Chapter Thirty-Nine

Wikipedia and Yellowfang enter a grim day and Yellowfang looks around in bafflement.

Yellowfang: Come along now Wiki, can I call you Wiki? Do your job. Inform me.

Wikipedia: The date is the 27th November, 1095. Pope Urban II is about to make what is widely considered the most influential speech of the Middle Ages, giving rise to the crusades by calling all Christians in Europe to war against Muslims in order to reclaim the Holy Land.

Yellowfang: Boring! Doesn't anything interesting ever happen in history?

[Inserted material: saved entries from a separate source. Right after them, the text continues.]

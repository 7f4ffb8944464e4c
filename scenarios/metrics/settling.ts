import type { RunningStatistic } from '../statistics.ts';

/**
 * When a speed last left the band of 2 % about its final value. The final value is not known until the end, so each of
 * many narrow bins of speed remembers when the rotor last turned that fast.
 */
export class Settling implements RunningStatistic {
  private static readonly bins = 4096;
  private static readonly band = 0.02;
  private readonly binWidth: number;
  private readonly lastTick = new Float64Array(Settling.bins);
  private readonly rated: number;
  private ticks = -1;
  private final = Number.NaN;

  /** @param rated rated speed, rad/s; bins reach to twice that. */
  constructor(rated: number) {
    this.rated = rated;
    this.binWidth = (2 * rated) / Settling.bins;
  }

  add(values: Float64Array, at: number): void {
    const bin = Math.max(0, Math.min(Settling.bins - 1, Math.floor(values[at] / this.binWidth)));
    this.ticks++;
    this.lastTick[bin] = this.ticks;
    this.final = values[at];
  }

  /**
   * Time (s) from the first value, after which the speed stays in the band. NaN where that says nothing: the rotor ended
   * below a tenth of rated speed, or was still leaving the band in the last tenth of the run.
   */
  result(tick: number): number {
    if (!(this.final > 0.1 * this.rated)) return Number.NaN;
    let lastOutside = 0;
    for (let bin = 0; bin < Settling.bins; bin++) {
      const speed = (bin + 0.5) * this.binWidth;
      const outside = Math.abs(speed - this.final) > Settling.band * this.final;
      if (outside) lastOutside = Math.max(lastOutside, this.lastTick[bin]);
    }
    return lastOutside <= 0.9 * this.ticks ? lastOutside * tick : Number.NaN;
  }
}
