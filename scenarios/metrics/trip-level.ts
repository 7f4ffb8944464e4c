import type { ScenarioData } from '../scenario.ts';

/** Lowest rotor speed (rad/s) at which an overspeed guard trips, generator guards referred to the rotor; NaN for none. */
export function lowestTripLevel(scenario: ScenarioData): number {
  let lowest = Number.POSITIVE_INFINITY;
  for (const guard of scenario.protection.guards) {
    if (guard.watch === 'rotor overspeed') lowest = Math.min(lowest, guard.above);
    if (guard.watch === 'generator overspeed') {
      lowest = Math.min(lowest, guard.above / scenario.turbine.drivetrain.gearRatio);
    }
  }
  return Number.isFinite(lowest) ? lowest : Number.NaN;
}
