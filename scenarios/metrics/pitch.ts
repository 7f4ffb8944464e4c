import type { ScenarioData } from '../scenario.ts';
import { Maximum, Percentile, Reversals, type RunningStatistic, TimeBeyond, Travel } from '../statistics.ts';
import { bladeIndices, fillMetrics, inChannelUnit, type MetricGroup } from './group.ts';

export const PITCH_METRICS = {
  pitch_travel_deg: ['Pitch travel, mean of the blades', 'deg'],
  pitch_rate_max_deg_s: ['Fastest pitch rate of any blade', 'deg/s'],
  pitch_rate_p95_deg_s: ['Pitch rate not passed for 95 % of the time', 'deg/s'],
  pitch_reversals: ['Reversals of pitch by more than 0.1 deg, mean of the blades', '1'],
  pitch_duty_pct: ['Share of time that a blade turns faster than 0.1 deg/s, mean of the blades', '%'],
} as const;

const DEGREE = Math.PI / 180;
const REVERSAL_PLAY = 0.1 * DEGREE;
const AT_REST_BELOW = 0.1 * DEGREE;

/** How hard the pitch drives worked. */
export function pitchMetrics(scenario: ScenarioData): MetricGroup {
  const { pitchDrive, rotor } = scenario.turbine;
  const angleAt = bladeIndices('pitch_#_deg', rotor.bladeCount);
  const rateAt = bladeIndices('pitch_rate_#_deg_s', rotor.bladeCount);
  const travel = Array.from(angleAt, () => new Travel());
  const reversals = Array.from(angleAt, () => new Reversals(REVERSAL_PLAY));
  const moving = Array.from(angleAt, () => new TimeBeyond('above', AT_REST_BELOW));
  const fastest = new Maximum();
  const seldomPassed = new Percentile(0.95, 1.25 * Math.max(pitchDrive.rateLimit, ...pitchDrive.backup.rate));
  const rates = new Float64Array(rotor.bladeCount);
  let frames = 0;

  return {
    frame({ values }) {
      frames++;
      for (let blade = 0; blade < angleAt.length; blade++) {
        rates[blade] = Math.abs(values[rateAt[blade]]);
        travel[blade].add(values, angleAt[blade]);
        reversals[blade].add(values, angleAt[blade]);
        moving[blade].add(rates, blade);
        fastest.add(rates, blade);
        seldomPassed.add(rates, blade);
      }
    },
    metrics(tick) {
      const highestRate = fastest.result();
      return fillMetrics('pitch', PITCH_METRICS, {
        pitch_travel_deg: inChannelUnit('pitch_1_deg', meanResult(travel, tick)),
        pitch_rate_max_deg_s: inChannelUnit('pitch_rate_1_deg_s', highestRate),
        pitch_rate_p95_deg_s: inChannelUnit('pitch_rate_1_deg_s', Math.min(seldomPassed.result(), highestRate)),
        pitch_reversals: meanResult(reversals, tick),
        pitch_duty_pct: (100 * meanResult(moving, tick)) / ((frames - 1) * tick),
      });
    },
  };
}

function meanResult(blades: readonly RunningStatistic[], tick: number): number {
  return blades.reduce((sum, blade) => sum + blade.result(tick), 0) / blades.length;
}
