/* A slope that starts from nothing must act within the very first step: y = exp(-s t^2 / 2). Only reactions inside
 * the range may see their slope: the second decay's is outside it. */
static void test_slope_from_zero_and_range(void **state) {
    (void)state;
    static const Sketch two[] = {{1, {0}, 1, {2}}, {1, {1}, 1, {2}}};
    Bench bench = bench_make(sketch_mechanism(3, two, 2, 0));
    bench.tolerance = (Tolerance){1e-8, 1e-12, 100000};
    bench.problem.k_slope = bench.slope;
    bench.problem.slope_first = 0;
    bench.problem.slope_last = 1;
    for (int l = 0; l < PACK; l++) {
        bench.y[l] = bench.y[PACK + l] = 3.0;
        bench.k[PACK + l] = 0.5;
        bench.slope[l] = 0.2 * (l + 1);
        bench.slope[PACK + l] = 1e3;
    }
    bench.problem.step = 1.0;
    assert_int_equal(bench_run(&bench, 1.4), SOLVER_DONE);
    for (int l = 0; l < PACK; l++) {
        double want = 3.0 * exp(-0.5 * bench.slope[l] * 1.4 * 1.4);
        check_near("decay from zero", bench.y[l], want, 2e-7 * want);
        check_near("decay outside the range", bench.y[PACK + l], 3.0 * exp(-0.7), 1e-6);
    }
    bench_free(&bench);
}

/* Robertson (1966) in Numerical Analysis: An Introduction, Academic Press; at t = 40 the published reference
 * (documentation of SUNDIALS, example cvRoberts) is 0.7158, 9.185e-6, 0.2842. More digits, from SciPy's
 * Radau at relative tolerance 1e-12: 0.71582706872, 9.185534765e-6, 0.28416374575. */
static const Sketch robertson[] = {{1, {0}, 1, {1}}, {2, {1, 1}, 2, {1, 2}}, {2, {1, 2}, 2, {0, 2}}};
static const double robertson_at_40[3] = {0.71582706872, 9.185534765e-6, 0.28416374575};

static Bench robertson_bench(void) {
    Bench bench = bench_make(sketch_mechanism(3, robertson, 3, 0));
    for (int l = 0; l < PACK; l++) {
        bench.y[l] = 1.0;
        bench.k[l] = 0.04;
        bench.k[PACK + l] = 3e7;
        bench.k[2 * PACK + l] = 1e4;
    }
    return bench;
}

static void test_robertson(void **state) {
    (void)state;
    Bench bench = robertson_bench();
    bench.tolerance = (Tolerance){1e-7, 1e-13, 100000};
    assert_int_equal(bench_run(&bench, 40.0), SOLVER_DONE);
    for (int l = 0; l < PACK; l++)
        for (int s = 0; s < 3; s++)
            check_near("Robertson", bench.y[s * PACK + l], robertson_at_40[s], 1e-6 * robertson_at_40[s]);
    assert_in_range(bench.counts.steps, 50, 2000);
    bench_free(&bench);
}

/* ---- order of accuracy ---- */

/* Halving the step must divide the error by eight, twice over. */
static void check_order(const char *what, const double error[3]) {
    for (int i = 0; i < 2; i++) {
        double order = log2(error[i] / error[i + 1]);
        print_message("           %s: error %.3e -> %.3e, order %.2f\n", what, error[i], error[i + 1], order);
        if (!(order > 2.8 && order < 3.3)) fail_msg("%s: order %.3f", what, order);
    }
}

static void test_order_smooth(void **state) {
    (void)state;
    double error[3] = {0}, error_slope[3] = {0};
    for (int i = 0; i < 3; i++) {
        Bench bench = bench_make(sketch_mechanism(3, chain, 2, 0));
        for (int l = 0; l < PACK; l++) {
            bench.y[l] = 1.0;
            bench.k[l] = 0.5 + 0.1 * l;
            bench.k[PACK + l] = 1.6;
        }
        bench_fixed_steps(&bench, 2.0, 20 << i);
        double want[3];
        for (int l = 0; l < PACK; l++) {
            chain_exact(bench.k[l], 1.6, 1.0, 2.0, want);
            error[i] = fmax(error[i], fabs(bench.y[PACK + l] - want[1]));
        }
        bench_free(&bench);

        bench = bench_make(sketch_mechanism(2, pair_decay, 1, 0));
        use_slope(&bench);
        double end = 2.0 / (20 << i);
        for (int l = 0; l < PACK; l++) bench.y[l] = 1.0;
        for (int step = 0; step < 20 << i; step++) { /* the slope goes on from call to call: k = 0.2 + 0.6 t */
            for (int l = 0; l < PACK; l++) {
                bench.k[l] = 0.2 + 0.6 * step * end;
                bench.slope[l] = 0.6;
            }
            bench_fixed_steps(&bench, end, 1);
        }
        error_slope[i] = fabs(bench.y[3] - 1.0 / (1.0 + 2.0 * (0.4 + 0.3 * 4.0)));
        bench_free(&bench);
    }
    check_order("linear chain", error);
    check_order("second order, coefficient linear in time", error_slope);
}

/* Robertson from t = 40 to 80 at steps some 1e3 times the fastest time constant. The reference is the same problem
 * with 16 times more steps than the finest, which test_robertson ties to outside values. */
static void test_order_stiff(void **state) {
    (void)state;
    double end[4][3], error[3];
    for (int i = 0; i < 4; i++) {
        Bench bench = robertson_bench();
        bench.tolerance = (Tolerance){1e-10, 1e-16, 1000000};
        assert_int_equal(bench_run(&bench, 40.0), SOLVER_DONE);
        bench_fixed_steps(&bench, 40.0, i < 3 ? 20 << i : 20 << 6);
        for (int s = 0; s < 3; s++) end[i][s] = bench.y[s * PACK + 5];
        bench_free(&bench);
    }
    for (int i = 0; i < 3; i++) error[i] = fabs(end[i][0] - end[3][0]);
    check_order("Robertson", error);
}

/* L-stability: a step of 1e8 time constants leaves nothing of a fast transient. The product row then cancels terms
 * of k h times the amount, so that 1e8 round-offs are what is kept: atoms are exact to round-off of what turned over
 * during a step, not of what is there. */
static void test_fast_decay_vanishes(void **state) {
    (void)state;
    Bench bench = bench_make(sketch_mechanism(2, decay, 1, 0));
    for (int l = 0; l < PACK; l++) {
        bench.y[l] = 5.0;
        bench.k[l] = 1e8;
    }
    bench_fixed_steps(&bench, 1.0, 1);
    for (int l = 0; l < PACK; l++) {
        check_near("what is left", bench.y[l], 0.0, 1e-6);
        check_near("product", bench.y[PACK + l], 5.0, 5.0 * 1e8 * 4e-16);
    }
    bench_free(&bench);
}

/* ---- what is kept ---- */

static double atoms_in(const double *y, int lane) {
    double sum = 0.0;
    for (int s = 0; s < RANDOM_SPECIES; s++) sum += atoms_of(s) * y[s * PACK + lane];
    return sum;
}

/* Atoms in the state and in what was washed out stay the same to round-off, with held species counting in their own
 * row (the exchange with their reservoir), slopes, and an ordinary error-controlled run. */
static void test_atoms_are_kept(void **state) {
    (void)state;
    random_start();
    for (int trial = 0; trial < 8; trial++) {
        Bench bench = bench_make(random_mechanism());
        Holding holding = {0};
        double *tally = field(RANDOM_WASHOUTS), before[PACK], washed_total = 0.0;
        random_inputs(&bench);
        if (trial & 1) use_slope(&bench);
        double duration = 0.7;
        if (trial & 2) { /* a reservoir without end can feed an explosion: a short while, then */
            holding = hold_some(&bench);
            bench.problem.held_species = holding.species;
            duration = 1e-5;
        }
        bench.problem.tally = tally;
        bench.tolerance = (Tolerance){1e-3, 1e-6, 100000};
        for (int l = 0; l < PACK; l++) before[l] = atoms_in(bench.y, l);
        assert_int_equal(bench_run(&bench, duration), SOLVER_DONE);
        for (int l = 0; l < PACK; l++) {
            double after = atoms_in(bench.y, l), size = 0.0;
            for (int s = 0; s < RANDOM_SPECIES; s++) size += atoms_of(s) * fabs(bench.y[s * PACK + l]);
            for (int w = 0; w < RANDOM_WASHOUTS; w++) {
                after += atoms_of(4 * w + 1) * tally[w * PACK + l];
                washed_total += tally[w * PACK + l];
            }
            /* each of some hundred steps rounds the largest member a few times */
            check_near("atoms", after, before[l], 1e-16 * (double)(bench.counts.steps + 10) * 20.0 * fmax(size, before[l]));
        }
        assert_true(washed_total > 0.0);
        free(holding.is_free);
        free(holding.value);
        free(tally);
        bench_free(&bench);
    }
}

Wikipedia: Insolent fool! History is what makes our world the world it is today! Because of this speech, between 60,000 to 100,000 people responded to Urban's call and marched onto Jerusalem. A great many innocent died on the way and in the Holy Land, and many of the crusaders died as well. He Muslim soldiers were at first more experienced and more likely to win, but due to the sheer number of Christian soldiers, they eventually triumphed.

Yellowfang: Blah, Blah, Blah. This isn't even the actual fighting, so it's utterly pointless! I see no death, all I see is an old man talk about stupid holy land.

Wikipedia: Stop being so disrespectful! Pope Urban II died in 1099, two weeks after the fall of Jerusalem but before news of the Christian victory had made it back to Europe. His was the first of seven major military campaigns fought over the next two centuries known as Crusades.

Yellowfang: Ugh, can we go now?

Wikipedia: Fine.

Pope Urban II: Deus Vult!

Yellowfang: Shut up!

Pope Urban II: Demon cat! See what has happened now the holy land has fallen! My soldiers, kill the cat!

Yellowfang: Uh-oh.

Yellowfang and Wikipedia run to the safety of the time machine and disappear.